# Lunch in Kennesaw/Marietta area?



## Buck (Feb 17, 2007)

***Updated Again***


I know there are several of us in the area of Kennesaw and Marietta.  Any takers for lunch?  

As of now - Olde Towne Grille - Kennesaw - Thursday March 1st @ 11:30am

***IMPORTANT *** 

Okay, now head counts... This is what I have so far and if I need to add or remove anyone let me know. 

They have 1 single table that will seat 12.  If more than that we need a change in venue.  

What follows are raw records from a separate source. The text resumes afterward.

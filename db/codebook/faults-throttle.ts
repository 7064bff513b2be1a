import { fault } from './draft'
import type { FaultData } from './fault-data'

/** Why a throttle does not come back. */
export const THROTTLE_FAULTS: FaultData[] = [
  fault({
    id: 'throttleCableSticks',
    name: 'Throttle cable frayed, rusted or kinked',
    system: 'throttleSystem',
    gate: { electronicThrottle: ['no'] },
    repair: {
      words:
        'Fit a new cable, route it as the old one was, set free play, try it with bars both ways.',
      doesNotFix: 'Oil frees a dry cable for a day; a frayed one catches again.',
      minutes: 40,
      part: 'throttleCable',
      setups: ['tankCoverOff', 'throttleHousingOpen'],
      successOf100: 94,
    },
    onset: 'Creeps up: stiff, then slow to return; after mud, washing or a winter.',
    wayOut: 'repairHere',
    limpRefused: 'Throttle does not snap shut by itself: no ride.',
    provedBy:
      'Snaps shut from any place with bars left, straight and right; then a slow proof run.',
  }),
  fault({
    id: 'throttleCableTight',
    name: 'Throttle cable pulled by the bars, no free play',
    system: 'throttleSystem',
    gate: { electronicThrottle: ['no'] },
    repair: {
      words:
        'Route it clear of the steering head, set 2 to 5 mm of slack unless the maker says else.',
      doesNotFix: 'Does not cure a cable that is frayed inside.',
      minutes: 15,
      setups: ['tankCoverOff'],
      successOf100: 95,
    },
    onset: 'After work on bars or cables, or a winch or bag tied over them; revs rise in a turn.',
    wayOut: 'repairHere',
    limpRefused: 'Revs rise when the bars turn: no ride before it is put right.',
    provedBy: 'Slack stays with bars hard left and hard right; idle the same in both.',
  }),
  fault({
    id: 'throttleIced',
    name: 'Ice in throttle, slide or cable',
    system: 'throttleSystem',
    repair: {
      words:
        'Engine off. Warm throttle body and cable with hands or a warm bottle, blow the water out, dry and grease lightly.',
      doesNotFix: 'Comes back on the same day if the water stays in cable or box.',
      minutes: 20,
      successOf100: 82,
    },
    onset:
      'Below freezing after washing, powder snow or parking warm; carburettor air just above zero.',
    wayOut: 'repairHere',
    limpRefused: 'Throttle does not snap shut by itself: no ride.',
    provedBy: 'Snaps shut cold after ten minutes outside, ten times in a row.',
  }),
  fault({
    id: 'slideStuck',
    name: 'Slide or throttle plate stuck with dirt',
    system: 'throttleSystem',
    repair: {
      words:
        'Engine off, box open. Clean slide or plate and its shaft, look for grit or a bent edge, no file, no oil inside.',
      doesNotFix: 'A worn slide or shaft sticks again.',
      minutes: 35,
      costMinor: 250,
      part: 'carburettorKit',
      setups: ['airboxOpen'],
      successOf100: 88,
    },
    onset: 'After dust past the filter, old gummy fuel or a hard knock on the carburettor.',
    wayOut: 'repairHere',
    limpRefused: 'Throttle does not snap shut by itself: no ride.',
    provedBy: 'Drops shut by its own spring from every place; then a slow proof run.',
  }),
  fault({
    id: 'gripBinds',
    name: 'Throttle grip or thumb lever binds',
    system: 'throttleSystem',
    repair: {
      words:
        'Open the housing, clean out mud or ice, straighten or change it, leave a gap at the bar end, tighten evenly.',
      doesNotFix: 'Does not cure a cable that sticks below.',
      minutes: 20,
      part: 'gripHousing',
      setups: ['throttleHousingOpen'],
      successOf100: 92,
    },
    onset: 'After a fall on the bar end, new grips or hand guards, mud, or a glove caught.',
    wayOut: 'repairHere',
    limpRefused: 'Throttle does not snap shut by itself: no ride.',
    provedBy: 'Grip or lever snaps back by itself, bars both ways, gloves on.',
  }),
  fault({
    id: 'throttleSpringBroken',
    name: 'Throttle return spring broken or off',
    system: 'throttleSystem',
    repair: {
      words: 'Hook it on or fit a spring of the same kind. No rubber band, no wire instead.',
      doesNotFix: 'Does not cure a stiff cable.',
      minutes: 25,
      part: 'throttleSpring',
      setups: ['tankCoverOff'],
      successOf100: 95,
    },
    onset: 'Sudden: lever goes limp and revs stay up.',
    wayOut: 'tow',
    limpRefused: 'No return spring: no ride, however slow.',
    provedBy: 'Plate or slide snaps shut by itself with the cable slack.',
  }),
  fault({
    id: 'pedalBlocked',
    name: 'Pedal held down by mat, mud, ice or load',
    system: 'throttleSystem',
    gate: { kind: ['sideBySide'] },
    repair: {
      words:
        'Clear the foot well, take the mat out, free and oil the pivot, tie loads away from it.',
      doesNotFix: 'Does not cure a sensor or cable that sticks.',
      minutes: 6,
      successOf100: 96,
    },
    onset: 'Sudden, with mud, snow or a bag in the foot well.',
    wayOut: 'repairHere',
    limpRefused: 'Pedal does not come back by itself: no ride.',
    provedBy: 'Pedal comes up by itself from the floor, ten times.',
  }),
]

Updated - Tue. - 2-27 - Anymore folks we'll need to move down the road to Hooters...


Likely:
Buck#4
DRB1313
SmokyMtnSnmoke
Al33
243Savage
Ta-Ton-ka chips
DanTroop2000
DaculaDeerDropper
Jim Thompson  


Possible:
BradM
ddavis1120
Buckbuster
tcoker


----------



## Ta-ton-ka chips (Feb 17, 2007)

There's a chicken joint near McCollum airport ........ I think it's called Hooters or somethin like that


----------



## Buck (Feb 17, 2007)

Know right where it is.  KSU Students work there too...   

Anymore???


----------



## SmokyMtnSmoke (Feb 17, 2007)

Do it week after next 'cause I want to come but will be 'doin' Disney next week w/ my kid for winter break.


----------



## Buck (Feb 17, 2007)

243Savage said:


> I though I was supposed to start this thread.  Oh, never mind.   I've heard of that place.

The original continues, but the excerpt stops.